Sutherland, Ann E.

Primary Appointment

Associate Professor, Cell Biology

Education

BA, Biology, Wellesley College
PhD, Anatomy, University of California San Francisco

Contact Information

PO Box 800732
Pinn Hall 3030
Charlottesville, VA 22908
Telephone: 434-924-1614
Fax: 434-297-5546
Email: as9n@virginia.edu
Website: http://sutherlandlab.net

Research Disciplines

Cell and Developmental Biology, Development, Stem Cells & Regeneration

Research Interests

Cell behavior and morphogenesis during early mouse development.

Research Description

The research in my lab focuses primarily on the cellular mechanisms of implantation and gastrulation in the mouse embryo. In particular , we have been investigating the regulation of motility in the trophoblast cells of the implanting mouse blastocyst, and the cell behaviors leading to axial elongation in the mid-gestation embryo.
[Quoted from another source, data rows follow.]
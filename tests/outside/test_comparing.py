"""Published figures of comparing two systems by simulation.

Source: M. Rossetti, the KSL book (*Simulation Modeling using the Kotlin Simulation Library*), Table 5.5 and chapter 3.
"""

from __future__ import annotations

import pytest

from planner.sequential import paired_interval, runs_for_half_width

# Table 5.5: ten paired runs of two designs.
FIRST = (52.56, 48.77, 53.49, 50.60, 51.60, 51.77, 51.09, 53.51, 47.44, 47.94)
SECOND = (49.92, 47.08, 50.62, 48.45, 49.20, 49.33, 48.81, 50.64, 46.08, 46.45)


def test_the_paired_interval_of_the_published_ten_runs() -> None:
    """Mean 2.219, standard deviation 0.5441, 95 % interval 1.830 to 2.608 (the book's own has a rounding slip)."""
    found = paired_interval(FIRST, SECOND)
    assert found.mean == pytest.approx(2.219, abs=5e-4)
    assert found.sd == pytest.approx(0.5441, abs=5e-5)
    assert found.low == pytest.approx(1.830, abs=5e-4)
    assert found.high == pytest.approx(2.608, abs=5e-4)


@pytest.mark.parametrize(("sd", "half_width", "runs"), [(6.0, 0.1, 23_886), (4.7537, 0.5, 600)])
def test_the_runs_that_a_half_width_asks_for(sd: float, half_width: float, runs: int) -> None:
    assert runs_for_half_width(sd, half_width, level_frac=0.99) == runs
We discovered that amino acids are signaling molecules that regulate the onset of invasive behavior of the trophoblast cells of the mouse blastocyst that is required for it to implant into the uterus. In particular, arginine and leucine are each necessary, and together they are sufficient, to induce the trophoblast cells to become motile. They regulate motility through activation of the serine/threonine kinase mTOR, which acts through an unknown downstream effector to activate Rac1, thus promoting protrusive activity. It is likely that this signaling system acts during development to coordinate the development of the embryo with the receptivity of the uterus, and we are currently examining this question by assaying concentrations of amino acids and ions in uterine fluid during the preimplantation stages of pregnancy. We are also examining the transport mechanisms responsible for uptake of leucine and arginine, and how the amino acids affect the activity of mTOR.
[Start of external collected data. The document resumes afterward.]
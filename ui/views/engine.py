"""Engine: what a point lost costs in margin and fuel, what work and spare modules bring back, margins over time."""

from __future__ import annotations

from pathlib import Path
from typing import Any

import streamlit as st

from planner import fit
from planner.charts import engine as charts
from planner.charts import fit as fit_charts
from planner.engine_fleet import FleetAnswer, ask
from planner.fitting import Fitting
from planner.module_worth import Exchange, spare_on_engine
from planner.standing import spare_modules
from sim.errors import UserError
from sim.fleet import Fleet
from ui import data
from ui.widgets.tables import chart, show


@st.cache_data(show_spinner="computing the gas path", max_entries=8)
def _answer(content: str, path: str, engine_type: str) -> FleetAnswer:
    del content  # the key: records that change are computed again
    return ask(Path(path), engine_type=engine_type)


@st.cache_data(show_spinner="fitting the readings", max_entries=2)
def _fitted(content: str, path: str) -> tuple[dict[str, list[dict[str, Any]]], list[str]]:
    del content  # the key, as above
    found = fit.ask(Path(path))
    return {name: found.tables[name] for name in ("margins", "margin_types", "steps", "ahead")}, found.warnings


def _percent(row: dict[str, Any]) -> dict[str, Any]:
    """Return a coefficient with its shares in percent, as they are read."""
    return {name.replace("frac", "percent"): 100.0 * value if "_frac" in name else value for name, value in row.items()}


def _physics(found: FleetAnswer, fleet: Fleet, name: str) -> None:
    """Show what a point costs, and margin against ambient temperature and rating."""
    kind = next(row for row in fleet.engine_types if row.engine_type == name)
    rows = found.tables["coefficients"]
    left, right = st.columns(2)
    with left:
        chart(
            charts.heat(rows),
            words="Take-off EGT at full rated thrust on the corner-point day; the line is the band of the unknown.",
        )
    with right:
        chart(
            charts.fuel(rows), words="Fuel in cruise at the same thrust. HPC and HPT wear look alike in EGT and fuel."
        )
    with st.expander("The coefficients as a table"):
        show([_percent(row) for row in rows], name="coefficients", digits=2)
    chart(
        charts.ambient(
            found.tables["ambient"],
            removal_margin_degC=kind.removal_margin_degC,
            corner_point_degC=kind.corner_point_degC,
        ),
        words="Above the corner point an engine gives less than its rating; the line is what full thrust would leave.",
    )
    show(found.tables["ratings"], name="ratings")


def _worth(found: FleetAnswer) -> None:
    """Show which module's restoration buys most degrees, and most fuel, for its price."""
    st.subheader("What a restoration brings")
    rows = found.tables["restorations"]
    if not rows:
        st.info("No module of this type flies, or no work of it restores margin.")
        return
    for sentence in found.sentences:
        st.text(sentence)
    chart(charts.worth(rows), words="The mean over the modules that fly, at the fleet's fuel price; not discounted.")
    show(rows, name="restorations")


def _spare(fleet: Fleet, name: str) -> None:
    """Ask for a spare module and an engine, and show what the one would do on the other."""
    st.subheader("A spare module on an engine")
    shelf = [str(row["module_serial"]) for row in spare_modules(fleet) if row["engine_type"] == name]
    engines = [row.engine_serial for row in fleet.engines if row.engine_type == name and row.tail]
    if not shelf or not engines:
        st.info("There is no spare module, or no engine on an aircraft.")
        return
    kinds = {row.module_serial: row.module for row in fleet.modules}
    left, right = st.columns(2)
    module = left.selectbox("Spare module", shelf, format_func=lambda serial: f"{serial} ({kinds[serial]})")
    engine = right.selectbox("Engine", engines)
    try:
        _exchange(spare_on_engine(fleet, engine_serial=engine, module_serial=module))
        refused = Fitting(fleet).refusals(module, engine)
    except UserError as error:
        st.text(str(error))
        return
    if refused:
        st.warning("It may not go on that engine:")
        for one in refused:
            st.text(f"{one.test}: {one.reason}")


def _exchange(row: Exchange) -> None:
    first, second, third, fourth = st.columns(4)
    first.metric("Margin now, degC", f"{row.margin_before_degC:.1f}")
    second.metric("With the spare, degC", f"{row.margin_after_degC:.1f}", f"{row.gained_degC:+.1f}")
    third.metric("Fuel saved, kg a year", f"{row.fuel_kg_per_year:,.0f}")
    fourth.metric("Worth, USD a year", f"{row.fuel_usd_per_year:,.0f}")
    st.text(f"{row.module_off} comes off {row.engine_serial} on {row.tail}, {row.module_on} goes on.")


def _trends(fleet: Fleet, name: str) -> None:
    """Show what the readings say of one engine: fit, steps, forecast; the engines soonest at their margin first."""
    st.subheader("Margin over time")
    try:
        tables, warnings = _fitted(data.inputs(), str(data.fleet_path()))
    except UserError as error:
        st.text(str(error))
        return
    rows = [row for row in tables["margins"] if row["engine_type"] == name]
    if not rows:
        st.info("No engine of this type has readings.")
        return
    serial = st.selectbox("Engine with readings", [row["engine_serial"] for row in rows], key="trend-engine")
    kind = next(row for row in fleet.engine_types if row.engine_type == name)
    steps = [row for row in tables["steps"] if row["engine_serial"] == serial]
    chart(
        fit_charts.trend(
            [row for row in tables["ahead"] if row["engine_serial"] == serial],
            steps=steps,
            removal_margin_degC=kind.removal_margin_degC,
        ),
        words="Readings, robust fit and forecast with its 95 % band. A statistic: it defers no inspection.",
    )
    if steps:
        show(steps, name="steps")
    with st.expander("Fitted margins of every engine"):
        show(rows, name="fitted-margins", digits=2)
    with st.expander("Rates of the type"):
        show([row for row in tables["margin_types"] if row["engine_type"] == name], name="fitted-rates", digits=2)
        for sentence in warnings:
            st.text(sentence)


st.title("Engine")
st.write("What a point lost in each module costs in margin and fuel, how sure that is, and what brings it back.")

chosen_fleet = data.fleet()
types = [row.engine_type for row in chosen_fleet.engine_types]
chosen = st.segmented_control("Engine type", types, default=types[0], key="engine-type") or types[0]
try:
    answer = _answer(data.inputs(), str(data.fleet_path()), chosen)
except UserError as fault:
    st.error("The gas path cannot be computed:")
    st.text(str(fault))
    st.stop()
_physics(answer, chosen_fleet, chosen)
_worth(answer)
_spare(chosen_fleet, chosen)
_trends(chosen_fleet, chosen)
with st.expander("Stations of the gas path"):
    show(answer.tables["stations"], name="stations")
with st.expander("What was assumed"):
    for warning in answer.warnings:
        st.text(warning)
We found that the trophoblast cells encounter a new array of extracellular matrix components as they invade into the uterus, and that two of the most prominent proteins are laminin-111 and laminin-521. These two laminins have vastly different effects on cell behavior; laminin-111 is a repulsive substrate leading to cell rounding and boundary formation, while laminin-521 is a very adhesive substrate and promotes spreading. The distribution of laminin-111 vs. laminin-521 suggests that trophoblast cell invasive behavior is limited in the direction of the embryo by laminin-111, and directed into the uterine stroma by laminin-521. We have tested this hypothesis by examining the behavior of trophoblast cells in embryos lacking laminin-111, and in mice where laminin -521 is knocked out in the uterus. The results support our hypothesis, and show that the extracellular matrix composition in the uterine storm has a profound effect on the ability of the embryo to implant. Currently we are working on defining the signaling pathways within trophoblast cells that lead to the different responses to the two laminin isoforms.

In collaboration with Drs. Xiaowei Lu (Cell Biology), Ray Keller (Biology), Ammasi Periasamy (Keck Center for Cellular Imaging), and Carol Burdsal (Bucknell University), we have undertaken a study of cell behavior during gastrulation in the mid-gestation mouse embryo. We worked out techniques for in vitro culture of the embryos and for long-term (6-8 hours) time-lapse confocal imaging, using transgenic animals that express fluorescent reporter proteins (EGFP and Tomato fluorescent protein). With this we have obtained high-resolution imaging of individual cell behavior in the mouse embryo, enabling us to describe the cell behaviors that drive elongation of the primary axis of the embryo, and to extend the analysis to embryos lacking proteins of the planar cell polarity (PCP) signaling system, which exhibit both a shortened primary axis and neural tube closure defects. We have found that one of these PCP proteins, PTK7, normally promotes polarization of mesodermal cells and neural cells, leading to intercalation behavior that drives convergence and extension of the axial and paraxial tissues (somites, notochord, neural plate). In the absence of this protein, neural and mesodermal cells do not polarize their rearrangement, and the axis does not lengthen. Mutations in a different protein, Vangl2, also lead to failure of axial elongation, but affect the efficiency of cell intercalation rather than its polarity. We are now examining the specific effects of each protein on cell behavior in more detail to determine what their function is at the subcellular level.